The first day of school was overwhelming for me. Toe goes in the afternoon and the first thing they do is go to lunch. This means no real check-in in the classroom. It was slightly chaotic and there were a lot a lot a lot of kids in the building - all K-2. We took him to the cafeteria and left him settling into eating his lunch. I managed to keep it together until we got back into the car. I thought I was really fine with Toe making this transition, but .... not so much.



It hit me as a complete surprise. I worry about his medical issues but not so much about him as a person. After seeing the chaos, all of those kids, I was hit with the overwhelming fears - what happens if he gets lost? What happens if he gets scared and forgets how to ask for help? What happens if he gets sick today? What if he forgets to wash his hands enough. He went to preschool last year, but his class had twenty children in it. We must have gone past a hundred children as we entered the school. I think the total school population is over 300 (all K-2. Imagine the number of runny noses this winter and you will see why I panicked! Yes, I know all kids get sick in winter, but K-2 still use their sleeves or just let it run down their noses more...).

 As we left the building I wondered why we were going to all of this trouble and risk and why we didn't send Toe back to his wonderful preschool for another year and then put him in first grade. BTW, I do have answers for this: Toe is excited to be with his peers from last year. He needs to learn institutional discipline (walking in rows, listening to the teacher, etc.) if he is going to continue in public school. Kindergarten is half day, 5 days a week - a good transition to a the full day of first grade. If we plan to have Toe go to public school at all, this is an important step. And the most important one: Toe is excited to go to Kindergarten. However, if he does get sick too much this year, we can send him back to the preschool if necessary. I just want to make sure it is the right choice and not a choice because I feel better about it.
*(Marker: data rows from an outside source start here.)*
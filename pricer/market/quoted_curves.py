"""Discount factors from quoted deposits and overnight-indexed swaps, bootstrapped by QuantLib.

Conventions by currency (common practice), in :data:`CONVENTIONS`: overnight index with its
day count and calendar, days from trade to spot, days from the end of a swap period to its
payment. Swaps pay yearly (once, if shorter), modified following, both legs in the index's day
count, as do deposits. A deposit of one day begins tonight, everything else at spot. On a day
without business, quotes are those of the next business day; until then the first rate accrues.
"""

from __future__ import annotations

import math
from collections.abc import Callable, Mapping, Sequence
from dataclasses import dataclass
from datetime import date
from enum import StrEnum
from itertools import pairwise
from types import MappingProxyType
from typing import Any

import QuantLib as ql  # noqa: N813 - the short name of QuantLib's own examples

from pricer.market.calendars import day_counter, from_quantlib, to_period, to_quantlib
from pricer.market.evaluation_date import evaluation_date

#: A curve whose own discount factors miss a quoted rate by more than this is refused.
REPRICING_TOLERANCE = 1e-10


class QuoteKind(StrEnum):
    """What is quoted by a rate."""

    DEPOSIT = "deposit"
    OVERNIGHT_SWAP = "overnight swap"  # fixed against the compounded overnight rate


@dataclass(frozen=True, slots=True)
class RateQuote:
    """A simple rate per year of the currency's money market day count, e.g. 0.021 for 2.1 %."""

    kind: QuoteKind
    tenor: str
    rate: float

    def __post_init__(self) -> None:
        to_period(self.tenor)
        if not math.isfinite(self.rate):
            raise ValueError(f"the rate of the {self} must be a finite number; got {self.rate}")

    def __str__(self) -> str:
        return f"{self.tenor} {self.kind}"


@dataclass(frozen=True, slots=True)
class Convention:
    """How a currency's overnight market trades; ``index`` makes QuantLib's overnight index."""

    index: Callable[[], Any]
    spot_days: int
    payment_days: int


CONVENTIONS: Mapping[str, Convention] = MappingProxyType(
    {
        "EUR": Convention(ql.Estr, 2, 1),
        "USD": Convention(ql.Sofr, 2, 2),
        "GBP": Convention(ql.Sonia, 0, 0),
        "JPY": Convention(getattr(ql, "Tonar", None) or ql.Tona, 2, 2),  # renamed in QuantLib 1.39
        "CHF": Convention(ql.Saron, 2, 2),
    }
)


@dataclass(frozen=True, slots=True)
class Period:
    """One accrual period: its ends, when it is paid, and its length in years of the index's day count."""

    start: date
    end: date
    payment: date
    years: float


@dataclass(frozen=True, slots=True)
class Instrument:
    """What a quote obliges to; ``last_date`` is the last date on which it depends."""

    quote: RateQuote
    periods: tuple[Period, ...]
    last_date: date

    def par_rate(self, discount_factor: Callable[[date], float]) -> float:
        """The rate at which the instrument is worth nothing.

        Overnight rates compounded over a period grow 1 to ``P(start)/P(end)``, whatever the
        days between, because projection and discounting use one curve.
        """
        floating = fixed = 0.0
        for period in self.periods:
            paid = discount_factor(period.payment)
            floating += (discount_factor(period.start) / discount_factor(period.end) - 1.0) * paid
            fixed += period.years * paid
        return floating / fixed


@dataclass(frozen=True, slots=True)
class RepricedQuote:
    """A quote beside the rate that a curve gives for it; ``error`` is the curve's rate less the quoted."""

    quote: RateQuote
    last_date: date
    rate: float

    @property
    def error(self) -> float:
        return self.rate - self.quote.rate


@dataclass(frozen=True, slots=True)
class Bootstrap:
    """Discount factors at the quotes' last dates, in their order, and the instruments."""

    dates: tuple[date, ...]
    discount_factors: tuple[float, ...]
    instruments: tuple[Instrument, ...]


def first_day(currency: str, valuation_date: date) -> date:
    """The day from which quotes in ``currency`` count: the valuation date, or the next business day of its market."""
    if currency not in CONVENTIONS:
        return valuation_date
    calendar = CONVENTIONS[currency].index().fixingCalendar()
    return from_quantlib(calendar.adjust(to_quantlib(valuation_date), ql.Following))


def bootstrap(currency: str, valuation_date: date, quotes: Sequence[RateQuote], day_count: str) -> Bootstrap:
    """Discount factors that reprice every quote, log-linear in years of ``day_count`` in between.

    Raises ValueError for a currency without conventions, no quotes, two quotes that end on the
    same date, and quotes that no curve satisfies.
    """
    if not quotes:
        raise ValueError("no quotes are given")
    with evaluation_date(first_day(currency, valuation_date)):
        made = [(_helper(currency, quote), quote) for quote in quotes]
        instruments = sorted(
            (_instrument(helper, currency, quote) for helper, quote in made), key=lambda i: i.last_date
        )
        for before, after in pairwise(instruments):
            if before.last_date == after.last_date:
                raise ValueError(f"the {before.quote} and the {after.quote} both end on {after.last_date}: keep one")
        made.sort(key=lambda pair: pair[0].pillarDate())
        start, counter = to_quantlib(valuation_date), day_counter(day_count)
        try:
            nodes = _nodes(start, [helper for helper, _ in made], counter)
        except RuntimeError as error:
            raise ValueError(_culprit(start, made, counter)) from error
    return Bootstrap(tuple(day for day, _ in nodes), tuple(factor for _, factor in nodes), tuple(instruments))


def reprice(
    currency: str, valuation_date: date, quotes: Sequence[RateQuote], discount_factor: Callable[[date], float]
) -> tuple[RepricedQuote, ...]:
    """Each quote beside the rate that ``discount_factor`` gives for it, by last date."""
    with evaluation_date(first_day(currency, valuation_date)):
        instruments = [_instrument(_helper(currency, quote), currency, quote) for quote in quotes]
    return repriced(instruments, discount_factor)


def repriced(instruments: Sequence[Instrument], discount_factor: Callable[[date], float]) -> tuple[RepricedQuote, ...]:
    """Each instrument's quote beside the rate that ``discount_factor`` gives for it, by last date."""
    ordered = sorted(instruments, key=lambda instrument: instrument.last_date)
    return tuple(RepricedQuote(i.quote, i.last_date, i.par_rate(discount_factor)) for i in ordered)


def _nodes(start: Any, helpers: Sequence[Any], counter: Any) -> list[tuple[date, float]]:
    nodes = ql.PiecewiseLogLinearDiscount(start, helpers, counter).nodes()
    return [(from_quantlib(day), float(factor)) for day, factor in nodes][1:]


def _culprit(start: Any, made: Sequence[tuple[Any, RateQuote]], counter: Any) -> str:
    """The first quote, by last date, that cannot follow those before it."""
    for count, (_, quote) in enumerate(made, 1):
        try:
            _nodes(start, [helper for helper, _ in made[:count]], counter)
        except RuntimeError:
            return f"no discount factor satisfies the {quote} at {quote.rate:g} after the quotes before it"
    return "no discount factors satisfy the quotes together"


def _helper(currency: str, quote: RateQuote) -> Any:
    if currency not in CONVENTIONS:
        raise ValueError(
            f"no conventions for quotes in {currency} are known (only {', '.join(CONVENTIONS)}): "
            "give zero rates or discount factors"
        )
    convention, tenor = CONVENTIONS[currency], to_period(quote.tenor)
    index = convention.index()
    if quote.kind is QuoteKind.DEPOSIT:
        days, months = tenor.units() in (ql.Days, ql.Weeks), tenor.units() in (ql.Months, ql.Years)
        overnight = tenor.units() == ql.Days and tenor.length() == 1
        return ql.DepositRateHelper(
            quote.rate,
            tenor,
            0 if overnight else convention.spot_days,
            index.fixingCalendar(),
            ql.Following if days else ql.ModifiedFollowing,
            months,  # from the last business day of a month to the last of another
            index.dayCounter(),
        )
    return ql.OISRateHelper(
        convention.spot_days,
        tenor,
        quote.rate,
        index,
        telescopicValueDates=True,
        paymentLag=convention.payment_days,
        paymentFrequency=ql.Annual,
        paymentCalendar=index.fixingCalendar(),
    )


def _instrument(helper: Any, currency: str, quote: RateQuote) -> Instrument:
    last = from_quantlib(helper.pillarDate())
    if quote.kind is QuoteKind.DEPOSIT:
        start, end = helper.earliestDate(), helper.maturityDate()
        years = CONVENTIONS[currency].index().dayCounter().yearFraction(start, end)
        first, final = from_quantlib(start), from_quantlib(end)
        return Instrument(quote, (Period(first, final, final, float(years)),), last)
    coupons = [ql.as_coupon(flow) for flow in helper.swap().fixedLeg()]
    periods = tuple(
        Period(
            from_quantlib(coupon.accrualStartDate()),
            from_quantlib(coupon.accrualEndDate()),
            from_quantlib(coupon.date()),
            float(coupon.accrualPeriod()),
        )
        for coupon in coupons
    )
    return Instrument(quote, periods, last)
I came home and cried to J and called my mom. My girlfriends came over and calmed me down.

When I went to pick Toe up, he didn't want to leave. The next day, he was excited to get to school.That day parent drop off happened in the lobby. We waited in the lobby until the kids from the  bus came in, walking single file, and then Toe tagged on at the end of the line and went off without looking back. As he was heading down the stairs to the cafeteria, another line of children (morning Kindergarteners going to the library to meet the pick-up parents) walked up the stairs. I heard, "Hi Toe! Hey Toe!" and I realized he's going to be fine. On his own. And he has crossed the line. He is no longer my preschooler. He is a big boy, an elementary schooler, in the realm of big kids.

This was reinforced at pick up time yesterday when he was mildly happy to see me but really wanted to stay and play with the kids at school. Getting him out of there was like pulling teeth, and he was very cross with me by the time I got him in the car. A snack helped and after some transition time, he was happy to be with me again. But I am realizing, he is no longer only ours. Friends and other things will take more priority as we go. And it will be fine for the Kindergarten Kid. And Mom has to keep up.